Since taking power in 2012, Xi has called for the party to return to its “original mission” as China’s economic, social and cultural leader and carry out the “ rejuvenation of the great Chinese nation.”

The party has spent the decade since then silencing dissent and tightening political control. Now, after 40 years of growth that transformed China into the world’s factory but left a gulf between a wealthy elite and the poor majority, the party is promising to spread prosperity more evenly and is pressing private companies to pay for social welfare and Beijing’s ambition to become a global technology competitor.

To support its plans, Xi’s government is trying to create what it deems a more wholesome society by reducing children’s access to online games and banning “sissy men” who are insufficiently masculine from TV.

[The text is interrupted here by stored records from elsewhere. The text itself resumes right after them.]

"""How a batch's workers start (benchfit.cli.batch.worker_pool, start_method="auto"): forked from
this process only while it runs one thread, else from the fork server.

A fork copies the memory of every thread but runs only the forking one; a lock another thread held
at that moment stays locked in the child for ever (POSIX fork(2), "Application Usage": the child
may only call async-signal-safe functions when the parent had threads). Each check runs in a fresh
interpreter, where the thread count is known, and tells the start method by what the workers see:
a forked worker's parent is this process, a fork-server worker's parent is the server.
"""

from __future__ import annotations

import json
import os
import subprocess
import sys
import textwrap
from pathlib import Path

ROOT = Path(__file__).resolve().parents[2]

PROBE = '''
import os
import sys
import time
from pathlib import Path


def _both_started(path):
    # the batch's own process takes files too: each job waits until two processes have each
    # started one, so that a worker surely runs a job of these four files
    here = Path(path).parent
    (here / f"started-{os.getpid()}").touch()
    deadline = time.monotonic() + 60
    while len(list(here.glob("started-*"))) < 2 and time.monotonic() < deadline:
        time.sleep(0.01)


def parent_pid(path):
    _both_started(path)
    return [os.getpid(), os.getppid()]


def preloaded(path):
    from benchfit.cli.batch import MEASURE_PRELOAD

    _both_started(path)
    return [os.getpid(), [name for name in MEASURE_PRELOAD if name in sys.modules]]
'''

CHILD = textwrap.dedent('''
    import json, os, sys, tempfile, threading, time
    from pathlib import Path

    from benchfit.cli.batch import prefer_one_blas_thread, worker_pool
    from probe_job import parent_pid


    def four_files():
        folder = Path(tempfile.mkdtemp())
        return [folder / f"f{i}" for i in range(4)]


    def started(label):
        threads = len(os.listdir("/proc/self/task"))
        with worker_pool(2, 4) as pool:
            outcomes = pool.run(parent_pid, four_files())
        assert all(o.ok for o in outcomes), [o.error for o in outcomes]
        # the parents of the workers' jobs (this process runs jobs too)
        parents = {ppid for pid, ppid in (o.result for o in outcomes) if pid != os.getpid()}
        return {"label": label, "threads": threads, "method": pool.start_method,
                "forked_here": parents == {os.getpid()}}


    if __name__ == "__main__":
        rows = []
        if sys.argv[1] == "threads":
            rows.append(started("one thread"))
            stop = threading.Event()
            helper = threading.Thread(target=stop.wait)
            helper.start()
            rows.append(started("a helper thread"))
            stop.set()
            helper.join()
            # the OS lists a joined thread until it has unwound (and so does the pool's manager thread)
            deadline = time.monotonic() + 10.0
            while len(os.listdir("/proc/self/task")) > 1 and time.monotonic() < deadline:
                time.sleep(0.01)
            rows.append(started("the helper joined"))
        elif sys.argv[1] == "preload":  # as `benchfit measure`: one BLAS thread asked for, numpy not loaded
            from probe_job import preloaded

            assert prefer_one_blas_thread()
            with worker_pool(2, 4) as pool:
                seen = [o.result[1] for o in pool.run(preloaded, four_files()) if o.result[0] != os.getpid()]
            rows.append({"method": pool.start_method, "seen": seen,
                         "threads": len(os.listdir("/proc/self/task"))})
        else:  # numpy loaded with the BLAS thread count of the environment
            if sys.argv[1] == "one-blas-thread":
                assert prefer_one_blas_thread()
            import numpy  # noqa: F401
            rows.append(started(sys.argv[1]))
        print(json.dumps(rows))
''')


def _run(tmp_path: Path, case: str, env_extra: dict[str, str] | None = None) -> list[dict]:
    (tmp_path / "probe_job.py").write_text(PROBE, encoding="utf-8")
    script = tmp_path / "child.py"
    script.write_text(CHILD, encoding="utf-8")
    env = {k: v for k, v in os.environ.items()
           if k not in ("OPENBLAS_NUM_THREADS", "OMP_NUM_THREADS", "MKL_NUM_THREADS", "BLIS_NUM_THREADS")}
    env.update(env_extra or {})
    env["PYTHONPATH"] = os.pathsep.join([str(ROOT), str(tmp_path)])
    # a fork with threads running is a DeprecationWarning from Python 3.12 on: it must not happen
    res = subprocess.run([sys.executable, "-W", "error::DeprecationWarning", str(script), case],
                         capture_output=True, text=True, env=env, timeout=120, check=False)
    assert res.returncode == 0, res.stderr
    return json.loads(res.stdout)


def test_forked_only_while_one_thread_runs(tmp_path):
    if not Path("/proc/self/task").is_dir():
        import pytest

        pytest.skip("the thread count of a process is read from /proc (Linux)")
    rows = _run(tmp_path, "threads")
    # (the first pool's own threads may not have unwound yet when the helper starts: ≥ 2 there)
    assert rows[0]["threads"] == 1 and rows[1]["threads"] >= 2 and rows[2]["threads"] == 1, rows
    assert [(r["method"], r["forked_here"]) for r in rows] == [
        ("fork", True), ("forkserver", False), ("fork", True)], rows


def test_numpy_with_one_blas_thread_keeps_fork_and_a_blas_pool_does_not(tmp_path):
    if not Path("/proc/self/task").is_dir():
        import pytest

        pytest.skip("the thread count of a process is read from /proc (Linux)")
    one = _run(tmp_path, "one-blas-thread")[0]
    assert one["threads"] == 1 and (one["method"], one["forked_here"]) == ("fork", True), one
    # two BLAS threads asked for: a threaded BLAS build starts its pool when numpy loads
    two = _run(tmp_path, "two-blas-threads", {"OPENBLAS_NUM_THREADS": "2", "OMP_NUM_THREADS": "2"})[0]
    expected = ("fork", True) if two["threads"] == 1 else ("forkserver", False)
    assert (two["method"], two["forked_here"]) == expected, two


def test_forked_workers_start_with_the_measure_modules_loaded(tmp_path):
    """The parent imports them once before the fork (one BLAS thread asked for), so no worker does."""
    if not Path("/proc/self/task").is_dir():
        import pytest

        pytest.skip("the thread count of a process is read from /proc (Linux)")
    from benchfit.cli.batch import MEASURE_PRELOAD

    row = _run(tmp_path, "preload")[0]
    assert row["method"] == "fork", row
    # every job a worker ran saw them (the probe job itself imports none of them)
    assert row["seen"] and all(seen == list(MEASURE_PRELOAD) for seen in row["seen"]), row


def test_single_threaded_sees_a_python_thread():
    import threading

    from benchfit.cli.batch import single_threaded

    stop = threading.Event()
    helper = threading.Thread(target=stop.wait)
    helper.start()
    try:
        assert not single_threaded()
    finally:
        stop.set()
        helper.join()


def test_a_measure_job_imports_nothing_beyond_the_preload(tmp_path):
    """Every module a measure job of a WAV needs is in MEASURE_PRELOAD, so a forked worker imports
    none itself (each worker importing them again is CPU time a loaded machine does not have)."""
    code = textwrap.dedent('''
        import importlib, json, sys
        import numpy as np, soundfile as sf
        from benchfit.cli.batch import MEASURE_PRELOAD, measure_job, prefer_one_blas_thread
        prefer_one_blas_thread()
        t = np.arange(48000) / 48000
        sf.write(sys.argv[1], (0.3 * np.sin(2 * np.pi * 50 * t)).astype(np.float32), 48000, subtype="FLOAT")
        for name in MEASURE_PRELOAD:
            importlib.import_module(name)
        before = set(sys.modules)
        result = measure_job(sys.argv[1])
        print(json.dumps({"measured": bool(result["measurement"]), "new": sorted(set(sys.modules) - before)}))
    ''')
    res = subprocess.run([sys.executable, "-c", code, str(tmp_path / "tone.wav")], capture_output=True, text=True,
                         timeout=120, check=False, cwd=ROOT)
    assert res.returncode == 0, res.stderr
    row = json.loads(res.stdout)
    assert row["measured"] and row["new"] == [], row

Chinese leaders want to “direct the constructive energies of all people in one laser-focused direction selected by the party,” Andrew Nathan, a Chinese politics specialist at Columbia University, said in an email.

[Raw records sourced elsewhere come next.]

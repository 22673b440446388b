"""``benchfit log show`` by unit serial: the latest run of that unit, with a note; bad RUN text is one line."""

from __future__ import annotations

import json

import pytest

from benchfit.log.store import append_run

MEAS = {"file": "hc03.wav", "sample_rate_hz": 48000.0, "duration_s": 1.0,
        "channels": [{"name": "output", "unit": "V", "frequency_hz": 50.012, "frequency_u_hz": 0.003,
                      "amplitude": 1.8, "vdc": 0.0, "vrms": 1.27, "vpp": 3.6, "duty_cycle_pct": None,
                      "rise_time_s": None, "fall_time_s": None, "thd_pct": 3.1, "thd_n_pct": 3.2,
                      "sinad_db": 30.0, "harmonics": [], "clipped": False, "warnings": [], "extra": {}}]}


@pytest.fixture
def log(tmp_path):
    db = tmp_path / "bench.sqlite"
    append_run(db, command="measure", unit="HC-03", measurements=[MEAS])      # run 1
    append_run(db, command="measure", unit="HC-07", measurements=[MEAS])      # run 2
    append_run(db, command="report", unit="HC-03", measurements=[MEAS])       # run 3: HC-03's latest
    return db


def test_serial_shows_its_latest_run_with_a_note(log, run):
    res = run("log", "show", "HC-03", "--log", str(log), "--json")
    assert res.returncode == 0, res.stderr
    shown = json.loads(res.stdout)  # the note goes to stderr: stdout stays one JSON object
    assert shown["id"] == 3 and shown["unit"] == "HC-03" and shown["command"] == "report"
    assert "HC-03 has 2 logged run(s); showing the latest, run 3" in res.stderr
    assert "log list --unit HC-03" in res.stderr
    human = run("log", "show", "HC-07", "--log", str(log))
    assert human.returncode == 0 and human.stdout.startswith("run 2 ")


def test_integer_still_means_run_id(log, run):
    res = run("log", "show", "1", "--log", str(log), "--json")
    assert res.returncode == 0 and json.loads(res.stdout)["id"] == 1 and "note" not in res.stderr


@pytest.mark.parametrize("arg,match", [
    ("HC-99", "no run id and no logged unit with this serial — logged serials: HC-03, HC-07"),
    ("hc-03", "did you mean 'HC-03'?"),
    ("  ", "an empty argument"),  # caught by the entry point before the command
])
def test_unknown_serial_is_one_line(log, run, arg, match):
    res = run("log", "show", arg, "--log", str(log))
    assert res.returncode == 2 and "Traceback" not in res.stderr
    lines = [ln for ln in res.stderr.splitlines() if ln.strip()]
    assert len(lines) == 1 and lines[0].startswith("error: ") and match in lines[0], res.stderr
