"""Result of one benchfit command in the CLI tests (a helper module with a unique name: modules
called ``conftest`` in two test folders would shadow each other when imported by name)."""


class CliResult:
    """Exit code and captured output of one benchfit command."""

    def __init__(self, returncode: int, stdout: str, stderr: str) -> None:
        self.returncode, self.stdout, self.stderr = returncode, stdout, stderr
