"""`benchfit measure` end to end: exit codes, one-line errors, the --json contract, options."""

from __future__ import annotations

import json
import math
import os
import subprocess
import sys
from pathlib import Path

import numpy as np
import pytest
import soundfile as sf
from clirun import CliResult

FS = 48000


def _run_subprocess(*args: str) -> CliResult:
    """The installed entry point in a fresh interpreter (what a person types)."""
    env = dict(os.environ, COLUMNS="120")
    res = subprocess.run([sys.executable, "-m", "benchfit", *args], capture_output=True, text=True,
                         env=env, timeout=120)
    return CliResult(res.returncode, res.stdout, res.stderr)



@pytest.fixture(scope="module")
def wavs(tmp_path_factory) -> dict[str, Path]:
    """HC-02 recorded on a sound card: a stereo WAV (drive square, output sine) with a
    sidecar naming the channels, and a mono file of the output alone."""
    d = tmp_path_factory.mktemp("captures")
    t = np.arange(int(0.5 * FS)) / FS
    rng = np.random.default_rng(8)
    drive = np.where(np.mod(t * 50.06 + 0.1, 1.0) < 0.53, 0.45, -0.45) + rng.normal(0, 1e-3, t.size)
    out = 0.6 * np.cos(2 * math.pi * 50.06 * t + 0.4) + 0.018 * np.cos(2 * math.pi * 150.18 * t)
    stereo = d / "HC-02_as-left.wav"
    sf.write(stereo, np.column_stack([drive, out]), FS, subtype="FLOAT")
    (d / "HC-02_as-left.json").write_text(json.dumps({
        "benchfit_sidecar": 1, "channels": [{"name": "drive"}, {"name": "output"}],
        "sample_rate_hz": FS, "device": "test", "start_utc": "2026-12-01T17:00:00Z",
        "overflow_count": 0, "clip_count": 0,
        "calibration": {"profile": None, "gain_v_per_fs": None, "timebase_ppm": 0.0,
                        "timebase_u_ppm": 0.0, "coupling_tau_s": None},
        "benchfit_version": "0.1.0"}))
    mono = d / "HC-02_output.wav"
    sf.write(mono, out, FS, subtype="PCM_24")
    return {"stereo": stereo, "mono": mono, "dir": d}


def test_missing_file_is_one_line_and_exit_2(tmp_path):
    res = _run_subprocess("measure", str(tmp_path / "HC-09_nothere.wav"))
    assert res.returncode == 2
    lines = res.stderr.strip().splitlines()
    assert len(lines) == 1, res.stderr
    assert lines[0].startswith("error: ") and "HC-09_nothere.wav" in lines[0]
    assert "Traceback" not in res.stderr and res.stdout == ""


def test_json_is_the_contract(wavs, run):
    res = run("measure", str(wavs["stereo"]), "--json")
    assert res.returncode == 0, res.stderr
    lines = res.stdout.strip().splitlines()
    assert len(lines) == 1  # one object for one file
    d = json.loads(lines[0])
    assert set(d) == {"file", "sample_rate_hz", "duration_s", "channels"}
    assert [c["name"] for c in d["channels"]] == ["drive", "output"]
    drive, out = d["channels"]
    assert "extra" not in out  # --json prints exactly the contract
    assert out["frequency_hz"] == pytest.approx(50.06, abs=1e-6)  # noise-free 25 periods
    assert out["thd_pct"] == pytest.approx(3.0, abs=1e-3)  # 0.018/0.6; leakage < 1e-5
    assert drive["duty_cycle_pct"] == pytest.approx(53.0, abs=0.2)  # edges on the sample grid: ±1 sample of 960
    assert len(out["harmonics"]) == 10  # default H = 10


def test_channel_and_harmonics_options(wavs, run):
    res = run("measure", str(wavs["stereo"]), "--json", "--channel", "output", "--harmonics", "3")
    assert res.returncode == 0, res.stderr
    d = json.loads(res.stdout)
    assert [c["name"] for c in d["channels"]] == ["output"]
    assert [h["order"] for h in d["channels"][0]["harmonics"]] == [1, 2, 3]
    res2 = run("measure", str(wavs["stereo"]), "--json", "-c", "1")  # 1-based number
    assert [c["name"] for c in json.loads(res2.stdout)["channels"]] == ["drive"]


def test_unknown_channel_and_bad_harmonics_exit_2(wavs, run):
    res = run("measure", str(wavs["stereo"]), "--channel", "nonesuch")
    assert res.returncode == 2 and res.stderr.startswith("error: ")
    assert len(res.stderr.strip().splitlines()) == 1
    res = run("measure", str(wavs["stereo"]), "--harmonics", "0")
    assert res.returncode == 2  # usage error (typer range check)


def test_several_files_one_object_per_line_and_partial_failure(wavs, run):
    res = run("measure", str(wavs["stereo"]), str(wavs["mono"]), "--json")
    assert res.returncode == 0, res.stderr
    objs = [json.loads(line) for line in res.stdout.strip().splitlines()]
    assert sorted(Path(o["file"]).name for o in objs) == ["HC-02_as-left.wav", "HC-02_output.wav"]
    bad = run("measure", str(wavs["mono"]), str(wavs["dir"] / "missing.wav"), "--json")
    assert bad.returncode == 2
    assert len(bad.stdout.strip().splitlines()) == 1  # the good file is still measured
    assert "missing.wav" in bad.stderr


def test_human_output_has_units_and_uncertainties(wavs, run):
    res = run("measure", str(wavs["stereo"]))
    assert res.returncode == 0, res.stderr
    text = res.stdout
    for phrase in ("frequency", "duty cycle", "rise time 10–90 %", "THD", "SINAD", "harmonics 2…10",
                   "standard uncertainties (k = 1)"):
        assert phrase in text, phrase
    assert " ± " in text and " Hz" in text and " FS" in text and " dB" in text


def test_a_file_name_with_colons_is_shown_as_written(wavs, tmp_path, run):
    """":thumbs_up:" in a file name is text: rich's consoles would show an emoji for it unless
    emoji codes are off (rich documentation, "Console API: Emoji")."""
    named = tmp_path / "HC-02:thumbs_up:.wav"
    named.write_bytes(wavs["mono"].read_bytes())
    res = run("measure", str(named))
    assert res.returncode == 0, res.stderr
    assert "HC-02:thumbs_up:.wav" in res.stdout and "\N{THUMBS UP SIGN}" not in res.stdout


def test_sample_rate_option_reaches_the_csv_reader(tmp_path, run):
    # a headerless CSV of the output (volts) with no time column: the rate comes from the option
    t = np.arange(2000) / 10000.0
    x = 1.5 * np.sin(2 * math.pi * 50.0 * t)
    csv = tmp_path / "HC-04_logger.csv"
    csv.write_text("output\n" + "\n".join(f"{v:.6f}" for v in x) + "\n")
    res = run("measure", str(csv), "--json", "--sample-rate", "10k")
    assert res.returncode == 0, res.stderr
    ch = json.loads(res.stdout)["channels"][0]
    assert json.loads(res.stdout)["sample_rate_hz"] == 10000.0
    assert ch["frequency_hz"] == pytest.approx(50.0, rel=1e-6)  # 6-decimal printing noise
    assert ch["vrms"] == pytest.approx(1.5 / math.sqrt(2), rel=1e-5)  # 6-decimal printing, 40 periods


def test_help_states_h():
    # (its start-up time is a speed figure: scripts/bench_measure.py measures it)
    res = _run_subprocess("measure", "--help")
    assert res.returncode == 0
    assert "2…H" in res.stdout and "default 10" in res.stdout


def test_measure_file_is_a_picklable_top_level_job(wavs):
    # the per-file job must travel to a process pool: a module-level function, plain-dict result
    import pickle

    from benchfit.cli.measure_cmd import measure_file

    job = pickle.loads(pickle.dumps(measure_file))
    d = job(wavs["mono"], channels=None, harmonics=5, sample_rate=None)
    pickle.dumps(d)
    json.dumps(d, allow_nan=False)
    ch = d["channels"][0]
    assert ch["extra"]["harmonics_h"] == 5 and len(ch["harmonics"]) == 5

Beijing has launched anti-monopoly and data security crackdowns to tighten its control over internet giants, including e-commerce platform Alibaba Group and games and social media operator Tencent Holdings Ltd., that looked too big and potentially independent.

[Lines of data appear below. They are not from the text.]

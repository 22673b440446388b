"""capture/ messages name Python parameters; the commands say their options (one translator).

``benchfit.capture`` is called from Python (``record(path, seconds, device=…)``,
``load(path, sample_rate=…)``, ``check_input(device, rate, channels)``): its errors and
warnings say the keyword a caller passes (``seconds:``, ``sample_format='mp3'``,
``overwrite=True``, ``sample_rate=``). ``benchfit.cli.common.cli_words`` turns them into the
options of the command that shows them; ``channels`` is the ``--channel`` selection, except in
the commands that open a sound card with a ``--channels`` count (record, calibrate, drift:
``COMMAND_FLAGS``). Project convention, no outside source. Every message here comes from a
real call with a bad argument; none opens an audio device (the argument checks come first).
"""

from __future__ import annotations

import os
import re
import subprocess
import sys
from pathlib import Path

import numpy as np
import pytest

from benchfit.cli.common import cli_words, command_flags
from benchfit.errors import BenchfitError

#: a command-line option: two dashes and a letter after a space, a bracket or the start
FLAG = re.compile(r"(^|[\s(])--[a-z]")
#: a command line quoted in a message ('benchfit calibrate gain --profile NAME'): a command to run, allowed
COMMAND = re.compile(r"'benchfit [^']*'")

#: a CSV with neither a time column nor a sample interval: the caller must give the rate
NO_TIME_CSV = "output\n0.5\n0.4\n0.6\n0.5\n"


@pytest.fixture(autouse=True)
def _config(tmp_path, monkeypatch):
    """A private, empty calibration folder (no profile of the user's is read)."""
    monkeypatch.setenv("BENCHFIT_CONFIG_DIR", str(tmp_path / "cfg"))


def _error(call) -> str:
    with pytest.raises(BenchfitError) as err:
        call()
    return str(err.value)


def _capture_errors(tmp_path: Path) -> list[tuple[str, str, str, str]]:
    """(message, library words, command, command-line words) of real calls into benchfit.capture."""
    from benchfit.capture.calibration import check_profile_name
    from benchfit.capture.capture import Capture
    from benchfit.capture.csvfile import read_csv
    from benchfit.capture.devices import check_input
    from benchfit.capture.live import LiveWindows, record
    from benchfit.capture.live_blocks import record_blocks, stream_blocks
    from benchfit.capture.load import load

    new, existing = tmp_path / "new.wav", tmp_path / "old.wav"
    existing.write_bytes(b"")
    csv = tmp_path / "no_time.csv"
    csv.write_text(NO_TIME_CSV, encoding="utf-8")
    return [
        (_error(lambda: record(new, -1)), "seconds: must be a positive number of seconds, got -1 — e.g. seconds=10",
         "record", "--seconds: must be a positive number of seconds, got -1 — e.g. --seconds 10"),
        (_error(lambda: record(new, 1, sample_format="mp3")),
         "sample_format='mp3': unknown sample format", "record", "--sample-format mp3: unknown sample format"),
        (_error(lambda: record(existing, 1)), "already exists — choose another name or pass overwrite=True",
         "record", "already exists — choose another name or pass --overwrite"),
        (_error(lambda: record(new, 1, channels=2, names="drive")), "names='drive': give 2 non-empty name(s)",
         "record", "--names drive: give 2 non-empty name(s)"),
        (_error(lambda: record(new, 1, channels=2, names=["out", "OUT"])),
         "names='out,OUT': channel names must be different", "drift", "--names out,OUT: channel names must be"),
        (_error(lambda: record(new, 1, profile="nosuch")), "profile 'nosuch': no such calibration profile",
         "record", "--profile 'nosuch': no such calibration profile"),
        (_error(lambda: record(new, 1, profile="nosuch")), "profile 'nosuch': no such calibration profile",
         "calibrate show", "PROFILE 'nosuch': no such calibration profile"),
        (_error(lambda: check_profile_name("bad name")), "profile 'bad name': not a valid profile name",
         "calibrate gain", "--profile 'bad name': not a valid profile name"),
        (_error(lambda: check_input(None, 48000.0, 0)), "channels: must be a whole number ≥ 1, got 0",
         "record", "--channels: must be a whole number ≥ 1, got 0"),
        (_error(lambda: check_input(None, -1.0, 1)), "rate: must be a positive number of Hz, got -1.0",
         "calibrate gain", "--rate: must be a positive number of Hz, got -1.0"),
        (_error(lambda: LiveWindows(window_s=0.0)), "window_s: must be a positive number of seconds, got 0.0",
         "tune", "--window: must be a positive number of seconds, got 0.0"),
        # tune sets the hop itself: no option to name, the parameter stays
        (_error(lambda: LiveWindows(hop_s=0.0)), "hop_s: must be a positive number of seconds",
         "tune", "hop_s: must be a positive number of seconds"),
        (_error(lambda: next(stream_blocks(rate=48000, channels=1, interval_s=0.0))),
         "interval_s: 0.0 must be a positive number of seconds", "drift",
         "--interval: 0.0 must be a positive number of seconds"),
        (_error(lambda: record_blocks(list, path=str(new), rate=48000, channels=1, interval_s=1.0, seconds=-5.0)),
         "seconds: -5.0 must be a positive number of seconds", "drift",
         "--seconds: -5.0 must be a positive number of seconds"),
        (_error(lambda: load(csv, sample_rate=-5)), "sample_rate: -5 must be a positive number of Hz",
         "measure", "--sample-rate: -5 must be a positive number of Hz"),
        (_error(lambda: load(csv, sample_rate="fast")), "sample_rate: 'fast' is not a number",
         "fit", "--sample-rate: 'fast' is not a number"),
        (_error(lambda: read_csv(csv, sample_rate=-5.0)), "must be a positive number of Hz — pass e.g. sample_rate=50000",
         "measure", "must be a positive number of Hz — pass e.g. --sample-rate 50000"),
        (_error(lambda: load(csv)), "pass the sample rate in Hz (sample_rate=)",
         "fit", "pass the sample rate in Hz (--sample-rate)"),
        (_error(lambda: load(csv, sample_rate=1000, channels="")), "channels: '' selects nothing",
         "measure", "--channel: '' selects nothing"),
        (_error(lambda: Capture(np.zeros(8), sample_rate=0.0)), "check the file's sample rate, or give sample_rate=",
         "fit", "check the file's sample rate, or give --sample-rate"),
    ]


def test_capture_errors_name_parameters_and_the_cli_says_flags(tmp_path):
    cases = _capture_errors(tmp_path)
    for msg, library, command, cli in cases:
        assert library in msg and not FLAG.search(COMMAND.sub("", msg)) and "\n" not in msg, msg
        said = cli_words(msg, command_flags(command))
        assert cli in said, said
        assert cli_words(said, command_flags(command)) == said  # translating twice changes nothing


def test_command_flags_picks_the_longest_command_path():
    assert command_flags("benchfit calibrate show") == {"profile": "PROFILE"}
    assert command_flags("benchfit calibrate gain") == command_flags("record") == {"channels": "--channels"}
    assert command_flags("benchfit measure") == command_flags("tune") == command_flags("benchfit") == {}


def test_a_quoted_value_with_a_space_keeps_its_quotes_for_the_shell():
    # the device names PortAudio reports have spaces; the option takes them quoted
    assert cli_words("device='USB Audio CODEC': cannot open the input stream") == (
        "--device 'USB Audio CODEC': cannot open the input stream")
    assert cli_words('device="Bob\'s mic": no samples arrived') == '--device "Bob\'s mic": no samples arrived'
    assert cli_words("device='pulse': refuses 2 channel(s)") == "--device pulse: refuses 2 channel(s)"
    assert cli_words("device=3: no input device with that index") == "--device 3: no input device with that index"


def _one_error_line(res) -> str:
    assert res.returncode == 2 and not res.stdout, (res.stdout, res.stderr)
    lines = res.stderr.splitlines()
    assert len(lines) == 1 and lines[0].startswith("error: ") and "Traceback" not in res.stderr, res.stderr
    return lines[0]


@pytest.mark.parametrize("args,line", [
    (["record", "{new}", "--seconds", "1", "--channels", "2", "--names", "drive"],
     "error: --names drive: give 2 non-empty name(s), comma-separated, one per channel"),
    (["record", "{new}", "--seconds", "1", "--profile", "nosuch"],
     "error: --profile 'nosuch': no such calibration profile (known: none yet) — create it with"),
    (["drift", "--channels", "2", "--names", "out,OUT"], "error: --names out,OUT: channel names must be different"),
    (["calibrate", "show", "nosuch"], "error: PROFILE 'nosuch': no such calibration profile"),
    (["measure", "{csv}"], "no time column and no sample interval in the file — pass the sample rate in Hz "
                           "(--sample-rate)"),
    (["fit", "{csv}"], "— pass the sample rate in Hz (--sample-rate)"),
])
def test_terminal_line_says_the_options(run, tmp_path, args, line):
    csv = tmp_path / "no_time.csv"
    csv.write_text(NO_TIME_CSV, encoding="utf-8")
    subs = {"{new}": str(tmp_path / "new.wav"), "{csv}": str(csv)}
    said = _one_error_line(run(*[subs.get(a, a) for a in args]))
    assert line in said and not re.search(r"\b(names|profile|sample_rate)=", said), said
    assert not (tmp_path / "new.wav").exists()


def test_real_entry_point_prints_the_option_in_one_line(tmp_path):
    env_dir = tmp_path / "cfg"
    r = subprocess.run([sys.executable, "-m", "benchfit", "record", str(tmp_path / "x.wav"), "--seconds", "1",
                        "--sample-format", "mp3"], capture_output=True, text=True, timeout=60,
                       env={**os.environ, "BENCHFIT_CONFIG_DIR": str(env_dir)})
    assert r.returncode == 2 and r.stderr.splitlines() == [
        "error: --sample-format mp3: unknown sample format — choose one of pcm24, float"], r.stderr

In response, their billionaire founders have scrambled to show loyalty by promising to share their wealth under Xi’s vaguely defined “common prosperity” initiative to narrow the income gap in a country with more billionaires than the United States.

Xi has yet to give details, but in a society in which every political term is scrutinized for significance, the name revives a 1950s propaganda slogan under Mao Zedong, the founder of the Communist government.

Xi is reviving the “utopian ideal” of early Communist leaders, said Willy Lam of the Chinese University of Hong Kong. “But of course, huge question marks have arisen, because this will hurt the most creative and lucrative parts of the economy.”

Alibaba, Tencent and others have pledged tens of billions of dollars for job creation and social welfare initiatives. They say they will invest in developing processor chips and other technologies cited by Beijing as priorities.

The party’s anti-monopoly enforcement and crackdown on how companies handle information about customers are similar to Western regulation. But the abrupt, heavy-handed way changes have been imposed is prompting warnings that Beijing is threatening innovation and economic growth, which already is declining. Jittery foreign investors knocked more than $300 billion off Tencent’s stock market value and billions more off other companies.

“I expect that over the next year or two we are likely to see a very rocky relationship develop between the political elite and the business elite,” Michael Pettis, a finance professor at Peking University’s Guanghua School of Business, said in a report.

Chinese officials say the public, consumers and entrepreneurs will benefit from higher incomes and more regulatory oversight of corporate giants. Parents welcome curbs announced last month that limit children under 18 to three hours of online games a week and only on weekends and Friday night.

“I feel this is a good rule,” said Li Zhanguo, the father of an 8-year-old boy and a 4-year-old girl in the central city of Zhengzhou. “Games still have some addictive mechanisms. We can’t count on children’s self-control.”

The crackdowns add to party efforts to control a rapidly evolving society of 1.4 billion people.

Some 1 million members of mostly Muslim ethnic groups have been forced into detention camps in the northwest. Officials deny accusations of abuses including forced abortions and say the camps are for job training and to combat extremism.